YOUR INSTRUCTIONS
The answer must consist solely of the lines from the one containing "const asked = child ?? start();" to the end of the entries below, repeated exactly.

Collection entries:
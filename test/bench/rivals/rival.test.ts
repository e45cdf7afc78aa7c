/** Competitors are worth beating only if they do the work asked: their protocol, and their answers beside ours. */
import { fileURLToPath } from "node:url";
import { afterAll, afterEach, describe, expect, it } from "vitest";
import { stackLight } from "../../../engine/optics/stack.ts";
import { plainReflectance } from "../../support/characteristic-matrix.ts";
import { time, usedResults } from "../harness.ts";
import { type MapProblem, mapText, type StackProblem, stackText } from "./problems.ts";
import { agree, compiledC, FASTEST_C, numpyProgram, type Program, type Rival, rival } from "./rival.ts";

const beside = (name: string) => fileURLToPath(new URL(name, import.meta.url));
const inC = beside("stack.c");
const C: [string, Program][] = [
  ["C", compiledC(inC, ["-O1"])],
  ["C with vectors", compiledC(inC, [...FASTEST_C, "-DBLOCK=8"])],
];
const NUMPY: [string, Program][] = [["numpy", numpyProgram(beside("stack_numpy.py"))]];

const open: Rival[] = [];
const started = (...words: Parameters<typeof rival>) => {
  const made = rival(...words);
  open.push(made);
  return made;
};
afterEach(() => {
  for (const one of open.splice(0)) one.close();
});
// A test worker is ended without exiting.
afterAll(() => {
  for (const [, program] of C) if (program.skip === undefined) program.remove?.();
});

/** Keeps the protocol: the problem is one line, every go "takes" 4 ms, and results are 1, 2, 3. */
const obedient: Program = {
  command: process.execPath,
  args: [
    "-e",
    `let seen = 0;
     require("node:readline").createInterface({ input: process.stdin }).on("line", (line) => {
       if (seen++ === 0) return;
       const [word, goes] = line.split(" ");
       console.log(word === "go" ? goes * 4e6 + " 6" : "1 2 3 ");
     });`,
  ],
};

describe("a competitor in a process of its own", () => {
  it("is timed by its own clock, for the work done once, and its result counts as used", async () => {
    const theirs = started("obedient", obedient, () => "a problem\n", 5, 2);
    const before = usedResults();
    let now = 0;
    const ours = {
      name: "ours",
      repeats: 4,
      run() {
        now += 8;
        return 1;
      },
    };
    const check = async () => agree([1, 2, 3], await theirs.answer(), 1e-12, "obedient");
    const timing = await time({ title: "", a: ours, b: theirs, check, rounds: 3 }, () => now);
    // 8 ms for 4 pieces of work; 4 ms a go of 2 pieces.
    expect(timing.aMedianMs).toBe(2);
    expect(timing.bMedianMs).toBe(2);
    expect(usedResults() - before).toBe(5 * (1 + 6));
  });

  it("that ends early says why instead of being fast", async () => {
    const broken: Program = {
      command: process.execPath,
      args: ["-e", "console.error('out of order'); process.exit(3)"],
    };
    await expect(started("broken", broken, () => "", 1).run()).rejects.toThrow(
      /without an answer to "go 1".*out of order/,
    );
    await expect(started("nowhere", { command: "no-such-program", args: [] }, () => "", 1).run()).rejects.toThrow(
      /ENOENT/,
    );
  });

  it("that cannot be started here is not started", async () => {
    await expect(started("absent", { skip: "gcc is not installed" }, () => "", 1).run()).rejects.toThrow(
      "not installed",
    );
  });

  it("with another answer, or another number of them, is told apart from an equal one", () => {
    agree([1, 2], [1, 2 + 1e-13], 1e-12, "near");
    expect(() => agree([1, 2], [1, 2 + 1e-11], 1e-12, "off")).toThrow("off at 1");
    expect(() => agree([1], [Number.NaN], 1e-12, "none")).toThrow("none at 0");
    expect(() => agree([1, 2], [1], 1e-12, "short")).toThrow("1 results for 2");
  });
});

/** Nine wavelengths: one more than a block of eight, so that the last block is mostly padding. */
const wavelengthNm = Array.from({ length: 9 }, (_, i) => 300 + 100 * i);
const along = (at: (wavelengthNm: number) => number) => wavelengthNm.map(at);
const silicon = { n: along((w) => 3.5 + 3e5 / w ** 2), k: along((w) => 3 * Math.exp((300 - w) / 80)) };
const clear = { n: along((w) => 1.46 + 3000 / w ** 2), k: along(() => 0) };
const lossy = { n: along((w) => 2 + 9000 / w ** 2), k: along((w) => (w < 700 ? 0.05 : 0)) };

const base = { wavelengthNm, incidenceIndex: along(() => 1), substrate: silicon };
const cases: [string, StackProblem][] = [
  ["no film", { ...base, angleRad: 0.3, polarisation: "p", layers: [], thicknessNm: [[]] }],
  [
    "straight down",
    {
      ...base,
      angleRad: 0,
      polarisation: "both",
      layers: [clear, lossy],
      thicknessNm: [
        [90, 70],
        [0, 65],
      ],
    },
  ],
  ["s", { ...base, angleRad: 0.95, polarisation: "s", layers: [clear, lossy], thicknessNm: [[90, 70]] }],
  ["p", { ...base, angleRad: 0.95, polarisation: "p", layers: [clear, lossy], thicknessNm: [[90, 70]] }],
  [
    // The root of the dying wave matters only in the substrate: a layer does the same with either.
    "total reflection by the substrate",
    {
      ...base,
      incidenceIndex: along(() => 1.5),
      angleRad: 0.95,
      polarisation: "both",
      layers: [lossy],
      substrate: { n: along(() => 1), k: along(() => 0) },
      thicknessNm: [[80]],
    },
  ],
  [
    "total reflection in a layer, an angle a wavelength, five layers",
    {
      ...base,
      incidenceIndex: along((w) => 1.5 + 2000 / w ** 2),
      angleRad: along((w) => w / 1000),
      polarisation: "both",
      layers: [{ n: along(() => 1), k: along(() => 0) }, lossy, clear, lossy, clear],
      thicknessNm: [
        [300, 70, 90, 2000, 40],
        [20, 30, 40, 50, 60],
      ],
    },
  ],
];

function expected({ angleRad, polarisation, layers, substrate, incidenceIndex, thicknessNm }: StackProblem): number[] {
  return thicknessNm.flatMap((thickness) =>
    wavelengthNm.map((wavelength, i) => {
      const angle = typeof angleRad === "number" ? angleRad : angleRad[i];
      const film = layers.map(({ n, k }, j) => ({ n: n[i], k: k[i], thicknessNm: thickness[j] }));
      const below = { n: substrate.n[i], k: substrate.k[i] };
      const kinds = polarisation === "both" ? (["s", "p"] as const) : [polarisation];
      const each = kinds.map((kind) => plainReflectance(wavelength, angle, incidenceIndex[i], film, below, kind));
      return each.reduce((sum, value) => sum + value, 0) / kinds.length;
    }),
  );
}

const map: MapProblem = {
  ...base,
  angleRad: 0.95,
  polarisation: "both",
  weight: along((w) => w / 6300),
  firstNm: 40,
  stepNm: 0.7,
  steps: 97,
  films: [lossy, clear, { n: lossy.n.map((n) => n + 0.1), k: lossy.k }],
};

/** Rounding in some twenty products of numbers near 1, and 1e-16 a step along a row of the map. */
const AGREE = 1e-12;

/** Beside the plain 2x2 matrices, which share nothing with them nor with the engine. */
describe("the optics competitors give what plain matrices give", () => {
  const answers = async (name: string, program: Program, text: string) =>
    started(name, program, () => text, 1).answer();
  /** Starting Python takes long; the hardest problem is enough where the array program is the same. */
  const spectra: Record<string, [Parameters<typeof stackText>[0], typeof cases][]> = {
    C: [
      ["whole", cases],
      ["thicknesses", cases],
    ],
    numpy: [
      ["whole", [cases[1], cases[4], cases[5]]],
      ["batch", [cases[5]]],
      ["thicknesses", [cases[5]]],
    ],
  };

  for (const [name, program] of [...C, ...NUMPY]) {
    const tested = it.skipIf(program.skip !== undefined);
    for (const [kind, problems] of spectra[name.split(" ")[0]]) {
      tested(`${name}, spectra, ${kind}`, async () => {
        for (const [what, problem] of problems) {
          const given = await answers(name, program, stackText(kind, problem));
          agree(expected(problem), given, AGREE, `${name}, ${kind}, ${what}`);
        }
      });
    }
    tested(`${name}, map, straight down and aslant`, async () => {
      for (const angleRad of [0, 0.95]) {
        const given = await answers(name, program, mapText({ ...map, angleRad }));
        const want = map.films.flatMap((film) => {
          const thicknessNm = Array.from({ length: map.steps }, (_, step) => [map.firstNm + map.stepNm * step]);
          const spectra = expected({ ...base, angleRad, polarisation: "both", layers: [film], thicknessNm });
          return thicknessNm.map((_, step) =>
            wavelengthNm.reduce((sum, __, i) => sum + map.weight[i] * spectra[step * wavelengthNm.length + i], 0),
          );
        });
        agree(want, given, AGREE, `${name}, map at ${angleRad}`);
      }
    });
  }

  it("which give what the engine gives", () => {
    const problem = cases[5][1];
    const ours = problem.thicknessNm.flatMap((thickness) =>
      wavelengthNm.map(
        (wavelength, i) =>
          stackLight({
            wavelengthNm: wavelength,
            angleRad: (problem.angleRad as number[])[i],
            incidenceIndex: problem.incidenceIndex[i],
            layers: problem.layers.map(({ n, k }, j) => ({ n: n[i], k: k[i], thicknessNm: thickness[j] })),
            substrate: { n: silicon.n[i], k: silicon.k[i] },
            polarisation: "both",
          }).reflectance,
      ),
    );
    agree(expected(problem), ours, AGREE, "the engine");
  });
});
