/**
 * Outside competitors of the benches: processes written in another language that read a problem, then do it as often as they
 * are told and say how long it took by their own clock, so that neither starting nor the pipe counts. One process a bench,
 * started when first asked and waiting between rounds, ended with the bench. What the machine lacks is a reason to skip.
 */
import { type ChildProcess, spawn, spawnSync } from "node:child_process";
import { mkdtempSync, rmSync } from "node:fs";
import { tmpdir } from "node:os";
import { join } from "node:path";
import { createInterface } from "node:readline";
import type { Way } from "../harness.ts";

/** How to start a competitor, or why it cannot be started here. */
export type Program = CanStart | { skip: string };

interface CanStart {
  command: string;
  args: readonly string[];
  skip?: undefined;
  /** Takes what was compiled away again; done when this process exits by itself, too. */
  remove?(): void;
}

/** Flags a C programmer after speed would use: this machine's instructions, vectors through the library's sine and cosine. */
export const FASTEST_C: readonly string[] = ["-O3", "-march=native", "-ffast-math"];

/** Compiles a C file into a folder of its own that goes when this process does. Throws when gcc is there and refuses. */
export function compiledC(file: string, flags: readonly string[] = FASTEST_C): Program {
  if (spawnSync("gcc", ["--version"]).error) return { skip: "gcc is not installed (Debian package gcc)" };
  const folder = mkdtempSync(join(tmpdir(), "coatwright-rival-"));
  const remove = () => rmSync(folder, { recursive: true, force: true });
  process.on("exit", remove);
  const command = join(folder, "rival");
  const { status, stderr } = spawnSync("gcc", ["-std=gnu11", ...flags, "-o", command, file, "-lm"], {
    encoding: "utf8",
  });
  if (status !== 0) throw new Error(`gcc ended with ${status}: ${stderr}`);
  return { command, args: [], remove };
}

/** A Python file that needs numpy. */
export function numpyProgram(file: string): Program {
  const asked = spawnSync("python3", ["-c", "import numpy"]);
  if (asked.error) return { skip: "python3 is not installed (Debian packages python3, python3-numpy)" };
  if (asked.status !== 0) return { skip: "numpy is not installed for python3 (Debian package python3-numpy)" };
  return { command: "python3", args: [file] };
}

/** A competitor at work: answers lines with lines. */
export interface Rival extends Way {
  /** Every result of the problem. */
  answer(): Promise<number[]>;
  close(): void;
}

/**
 * `program` on `problem` as a way that does the work `goes` times a run; one go is `each` pieces of work, for instance as
 * many spectra as the problem has stacks. The problem is written when the way is first asked.
 */
export function rival(name: string, program: Program, problem: () => string, goes: number, each = 1): Rival {
  let child: ChildProcess | undefined;
  let answers: AsyncIterator<string> | undefined;
  let complaint = "";

  function start(): ChildProcess {
    if (program.skip !== undefined) throw new Error(`${name}: ${program.skip}`);
    const started = spawn(program.command, program.args, { stdio: ["pipe", "pipe", "pipe"] });
    complaint = "";
    started.on("error", (error) => {
      complaint += error.message;
    });
    // A process that is gone closes its pipe; what it said on standard error tells why, not the broken pipe.
    started.stdin.on("error", () => undefined);
    started.stderr.on("data", (text) => {
      complaint += text;
    });
    answers = createInterface({ input: started.stdout })[Symbol.asyncIterator]();
    started.stdin.write(problem());
    child = started;
    return started;
  }

  async function ask(line: string): Promise<string> {
    const asked = child ?? start();
    asked.stdin?.write(`${line}\n`);
    const reply = await answers?.next();
    if (!reply || reply.done) {
      child = undefined;
      throw new Error(`${name} ended without an answer to "${line}": ${complaint.trim() || "it said nothing"}`);
    }
    return reply.value;
  }

  return {
    name,
    repeats: goes * each,
    async run() {
      const [nanoseconds, result] = (await ask(`go ${goes}`)).split(" ").map(Number);
      return { ms: nanoseconds / 1e6, result };
    },
    async answer() {
      await ask("go 1");
      return (await ask("answer")).trim().split(" ").map(Number);
    },
    close() {
      child?.stdin?.end();
      child = undefined;
    },
  };
}

/** Throws at the first place where two lists of results are further apart than `tolerance`, or of different length. */
export function agree(ours: ArrayLike<number>, theirs: ArrayLike<number>, tolerance: number, who: string): void {
  if (ours.length !== theirs.length) throw new Error(`${who}: ${theirs.length} results for ${ours.length}`);
  for (let i = 0; i < ours.length; i++) {
    if (!(Math.abs(ours[i] - theirs[i]) < tolerance)) throw new Error(`${who} at ${i}: ${theirs[i]} for ${ours[i]}`);
  }
}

RESULT OF THE TASK
    const asked = child ?? start();
    asked.stdin?.write(`${line}\n`);
    const reply = await answers?.next();
    if (!reply || reply.done) {
      child = undefined;
      throw new Error(`${name} ended without an answer to "${line}": ${complaint.trim() || "it said nothing"}`);
    }
    return reply.value;
  }

  return {
    name,
    repeats: goes * each,
    async run() {
      const [nanoseconds, result] = (await ask(`go ${goes}`)).split(" ").map(Number);
      return { ms: nanoseconds / 1e6, result };
    },
    async answer() {
      await ask("go 1");
      return (await ask("answer")).trim().split(" ").map(Number);
    },
    close() {
      child?.stdin?.end();
      child = undefined;
    },
  };
}

/** Throws at the first place where two lists of results are further apart than `tolerance`, or of different length. */
export function agree(ours: ArrayLike<number>, theirs: ArrayLike<number>, tolerance: number, who: string): void {
  if (ours.length !== theirs.length) throw new Error(`${who}: ${theirs.length} results for ${ours.length}`);
  for (let i = 0; i < ours.length; i++) {
    if (!(Math.abs(ours[i] - theirs[i]) < tolerance)) throw new Error(`${who} at ${i}: ${theirs[i]} for ${ours[i]}`);
  }
}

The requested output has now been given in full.